Choose it with confidence if you like:
- Hands-on instruction
- Ben Thanh Market energy with a purpose
- Cooking three dishes and then eating them immediately
Skip or rethink it if your priority is a long, slow market wander with no schedule pressure. This is a lesson with a finish line, and that’s the point.
If you want an HCMc food experience that feels real, practical, and tied to fresh ingredients, this is one of the more sensible ways to spend half a day.
FAQ
What time options are available for the cooking class?
You can choose either a morning class at 9:00am or an afternoon class at 2:00pm.
How long does the experience take?
The total class time is about 3 hours 30 minutes, and the cooking portion is listed as 3 to 3.5 hours.
What happens during the market visit?
You visit Ben Thanh Market with an instructor for about 45 minutes to 1 hour.
How many dishes will I cook?
You’ll cook 3 dishes for your 3-course meal. At the start, you choose from 9 dishes suggested by the chef.
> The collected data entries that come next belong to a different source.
use super::rows::{Roles, RowRules, Rows, Samples, check_marks, unquoted};
use super::stream::{Text, problem_of};
use super::{FileError, FileProblem, GazeTable, PositionUnit, TimeUnit};
use crate::Result;
use std::path::Path;

const TIME: [&str; 3] = ["timestamp", "time", "t"];
const X: [&str; 2] = ["x_coordinate", "x"];
const Y: [&str; 2] = ["y_coordinate", "y"];
const PUPIL: [&str; 2] = ["pupil_size", "pupil"];

/// How delimited text with a header is to be read. Defaults are our own: degrees and seconds, as
/// everywhere in the crate, and the column names that the fields list.
///
/// # Example
/// ```
/// use fixational::interchange::{DelimitedFormat, PositionUnit, TimeUnit};
/// let format = DelimitedFormat::default()
///     .time_unit(TimeUnit::Millisecond)
///     .position_unit(PositionUnit::Pixel)
///     .x_column("left eye, x")
///     .y_column("left eye, y")
///     .missing_value(0.0);
/// assert_eq!(format.x_column.as_deref(), Some("left eye, x"));
/// ```
#[derive(Debug, Clone, PartialEq)]
#[non_exhaustive]
pub struct DelimitedFormat {
    /// What stands between fields. Default: the first of tab, semicolon, comma and blanks by which the
    /// header names x and y.
    pub delimiter: Option<Delimiter>,
    /// Name of the column of timestamps. Default: `timestamp`, `time` or `t`, or no timestamps.
    pub time_column: Option<String>,
    /// Name of the column of horizontal positions. Default: `x_coordinate` or `x`.
    pub x_column: Option<String>,
    /// Name of the column of vertical positions. Default: `y_coordinate` or `y`.
    pub y_column: Option<String>,
    /// Name of the column of pupil sizes. Default: `pupil_size` or `pupil`, or no pupil sizes.
    pub pupil_column: Option<String>,
    /// Unit of timestamps. Default: seconds.
    pub time_unit: TimeUnit,
    /// Unit of positions. Default: degrees.
    pub position_unit: PositionUnit,
    /// Finite values that stand for a lost sample when either axis has them, such as 0 or −32768.
    /// Default: none.
    pub missing_values: Vec<f64>,
}

/// What stands between the fields of a row.
#[derive(Debug, Clone, Copy, PartialEq, Eq)]
#[non_exhaustive]
pub enum Delimiter {
    /// `,`
    Comma,
    /// A tab.
    Tab,
    /// `;`
    Semicolon,
    /// One or more blanks; blanks at the ends of a line do not count.
    Space,
}

impl Default for DelimitedFormat {
    fn default() -> Self {
        Self {
            delimiter: None,
            time_column: None,
            x_column: None,
            y_column: None,
            pupil_column: None,
            time_unit: TimeUnit::Second,
            position_unit: PositionUnit::Degree,
            missing_values: Vec::new(),
        }
    }
}

impl DelimitedFormat {
    /// States what stands between fields.
    #[must_use]
    pub fn delimiter(mut self, delimiter: Delimiter) -> Self {
        self.delimiter = Some(delimiter);
        self
    }

    /// Names the column of timestamps.
    #[must_use]
    pub fn time_column(mut self, name: impl Into<String>) -> Self {
        self.time_column = Some(name.into());
        self
    }

    /// Names the column of horizontal positions.
    #[must_use]
    pub fn x_column(mut self, name: impl Into<String>) -> Self {
        self.x_column = Some(name.into());
        self
    }

    /// Names the column of vertical positions.
    #[must_use]
    pub fn y_column(mut self, name: impl Into<String>) -> Self {
        self.y_column = Some(name.into());
        self
    }

    /// Names the column of pupil sizes.
    #[must_use]
    pub fn pupil_column(mut self, name: impl Into<String>) -> Self {
        self.pupil_column = Some(name.into());
        self
    }

    /// States the unit of timestamps.
    #[must_use]
    pub fn time_unit(mut self, unit: TimeUnit) -> Self {
        self.time_unit = unit;
        self
    }

    /// States the unit of positions.
    #[must_use]
    pub fn position_unit(mut self, unit: PositionUnit) -> Self {
        self.position_unit = unit;
        self
    }

    /// Adds a value that stands for a lost sample.
    #[must_use]
    pub fn missing_value(mut self, value: f64) -> Self {
        self.missing_values.push(value);
        self
    }
}

/// Reads delimited text with a header: one eye, one sample a row.
///
/// The first line that is neither blank nor a comment is the header. A line that starts with `#` is a
/// comment. Columns are found by name: a name that the format states must stand in the header as it is;
/// the default names are taken in small or large letters. Other columns may hold anything. Quotes around
/// a field are taken off, but a quoted field may not hold the delimiter or a line end.
///
/// # Errors
/// [`Error::File`](crate::Error::File) with the file, the line and the column of whatever was wrong;
/// [`Error::Parameter`](crate::Error::Parameter) for a missing value that is not finite.
///
/// # Example
/// ```
/// use fixational::interchange::{DelimitedFormat, TimeUnit, read_delimited};
/// let folder = tempfile::tempdir()?;
/// let path = folder.path().join("gaze.txt");
/// std::fs::write(&path, "# calibrated\ntime;x;y;note\n0;0.25;-1.5;ok\n2;0;0;lid\n4;0.5;n/a;ok\n")?;
/// let format = DelimitedFormat::default().time_unit(TimeUnit::Millisecond).missing_value(0.0);
/// let table = read_delimited(&path, &format)?;
/// assert_eq!(table.time.as_deref(), Some(&[0.0, 0.002, 0.004][..])); // seconds
/// assert_eq!(table.x[0], 0.25);
/// assert!(table.x[1].is_nan() && table.x[2].is_nan());
/// assert_eq!((table.marked_missing, table.half_missing), (1, 1));
/// # Ok::<(), Box<dyn std::error::Error>>(())
/// ```
pub fn read_delimited(path: impl AsRef<Path>, format: &DelimitedFormat) -> Result<GazeTable> {
    let path = path.as_ref();
    check_marks(&format.missing_values)?;
    let mut text = Text::open(path)?;
    let (header, line) = header(&mut text, path)?;
    let (delimiter, columns, roles) =
        resolve(&header, format).map_err(|p| FileError::new(path, p).on_line(line).into_error())?;
    let rules = RowRules {
        delimiter: delimiter.byte(),
        merge: delimiter == Delimiter::Space,
        comments: true,
    };
    let mut rows = Rows::new(text, path, &columns, rules, line);
    let samples = Samples::read(&mut rows, roles, format.time_unit, &format.missing_values)?;
    drop(rows);
    Ok(GazeTable {
        source: path.to_path_buf(),
        sidecars: Vec::new(),
        columns,
        time: roles.time.map(|_| samples.time),
        time_unit: roles.time.map(|_| format.time_unit),
        x: samples.x,
        y: samples.y,
        unit: format.position_unit,
        pupil: roles.pupil.map(|_| samples.pupil),
        pupil_unit: None,
        stated_rate: None,
        start_time: None,
        eye: None,
        coordinates: None,
        half_missing: samples.half_missing,
        marked_missing: samples.marked_missing,
    })
}

/// The header and its line.
fn header(text: &mut Text, path: &Path) -> Result<(String, u64)> {
    let mut bytes = Vec::new();
    for line in 1.. {
        let gzip = text.gzip;
        let failed = |error| problem_of(path, gzip, &error).on_line(line).into_error();
        if !text.line(&mut bytes).map_err(failed)? {
            break;
        }
        let trimmed = bytes.trim_ascii();
        if trimmed.is_empty() || trimmed.starts_with(b"#") {
            continue;
        }
        // A delimiter at an end makes a column without a name; names lose their blanks and line end.
        return match std::str::from_utf8(&bytes) {
            Ok(header) => Ok((header.to_owned(), line)),
            Err(_) => {
                let problem = FileError::new(path, FileProblem::NotUtf8).on_line(line);
                Err(problem.into_error())
            }
        };
    }
    Err(FileError::new(path, FileProblem::Empty).into_error())
}

impl Delimiter {
    fn byte(self) -> u8 {
        match self {
            Self::Comma => b',',
            Self::Tab => b'\t',
            Self::Semicolon => b';',
            Self::Space => b' ',
        }
    }

    fn split(self, header: &str) -> Vec<String> {
        let merge = self == Self::Space;
        let names = header.split(char::from(self.byte())).map(str::trim);
        let names = names.filter(|name| !(merge && name.is_empty()));
        let bare = |name: &str| String::from_utf8_lossy(unquoted(name.as_bytes())).into_owned();
        names.map(bare).collect()
    }
}

/// The delimiter, the columns, and which is which. Without a stated delimiter, the first one that makes
/// sense of the header; if none does, the problem under the first one that stands in it.
fn resolve(
    header: &str,
    format: &DelimitedFormat,
) -> std::result::Result<(Delimiter, Vec<String>, Roles), FileProblem> {
    let by = |delimiter: Delimiter| {
        let columns = delimiter.split(header);
        roles(&columns, format).map(|roles| (delimiter, columns, roles))
    };
    if let Some(delimiter) = format.delimiter {
        return by(delimiter);
    }
    let candidates = [Delimiter::Tab, Delimiter::Semicolon, Delimiter::Comma, Delimiter::Space];
    if let Some(found) = candidates.into_iter().find_map(|delimiter| by(delimiter).ok()) {
        return Ok(found);
    }
    let stands = |delimiter: &Delimiter| header.contains(char::from(delimiter.byte()));
    by(candidates.into_iter().find(stands).unwrap_or(Delimiter::Space))
}

fn roles(columns: &[String], format: &DelimitedFormat) -> std::result::Result<Roles, FileProblem> {
    let need = |role, stated: &Option<String>, defaults: &[&str]| {
        find(columns, role, stated.as_deref(), defaults)?.ok_or_else(|| {
            FileProblem::MissingColumn {
                column: defaults.join("` or `"),
                present: columns.to_vec(),
            }
        })
    };
    Ok(Roles {
        time: find(columns, "the time", format.time_column.as_deref(), &TIME)?,
        x: need("x", &format.x_column, &X)?,
        y: need("y", &format.y_column, &Y)?,
        pupil: find(columns, "the pupil size", format.pupil_column.as_deref(), &PUPIL)?,
    })
}

/// The column that was named, which must be there; else the only one of the default names, if any.
fn find(
    columns: &[String],
    role: &'static str,
    stated: Option<&str>,
    defaults: &[&str],
) -> std::result::Result<Option<usize>, FileProblem> {
    let is_it = |name: &str| match stated {
        Some(stated) => name == stated,
        None => defaults.iter().any(|default| name.eq_ignore_ascii_case(default)),
    };
    let found: Vec<usize> =
        columns.iter().enumerate().filter(|(_, name)| is_it(name)).map(|(i, _)| i).collect();
    let names: Vec<String> = found.iter().filter_map(|&i| columns.get(i)).cloned().collect();
    match (&*found, &*names, stated) {
        (&[index], ..) => Ok(Some(index)),
        ([], _, None) => Ok(None),
        ([], _, Some(stated)) => {
            let (column, present) = (stated.to_owned(), columns.to_vec());
            Err(FileProblem::MissingColumn { column, present })
        }
        (_, [first, rest @ ..], _) if rest.iter().all(|name| name == first) => {
            Err(FileProblem::DoubledColumn { column: first.clone() })
        }
        _ => Err(FileProblem::AmbiguousColumn { role, found: names }),
    }
}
What is included in the price?
The experience includes the meal you cook, a free non-alcohol drink (beer is fine), and guidance from the instructor and chef. You also get a bonus egg coffee or coconut coffee at the end.
Is free cancellation available?
Yes. You can cancel up to 24 hours in advance for a full refund. If you cancel within 24 hours of the start time, the amount paid is not refunded.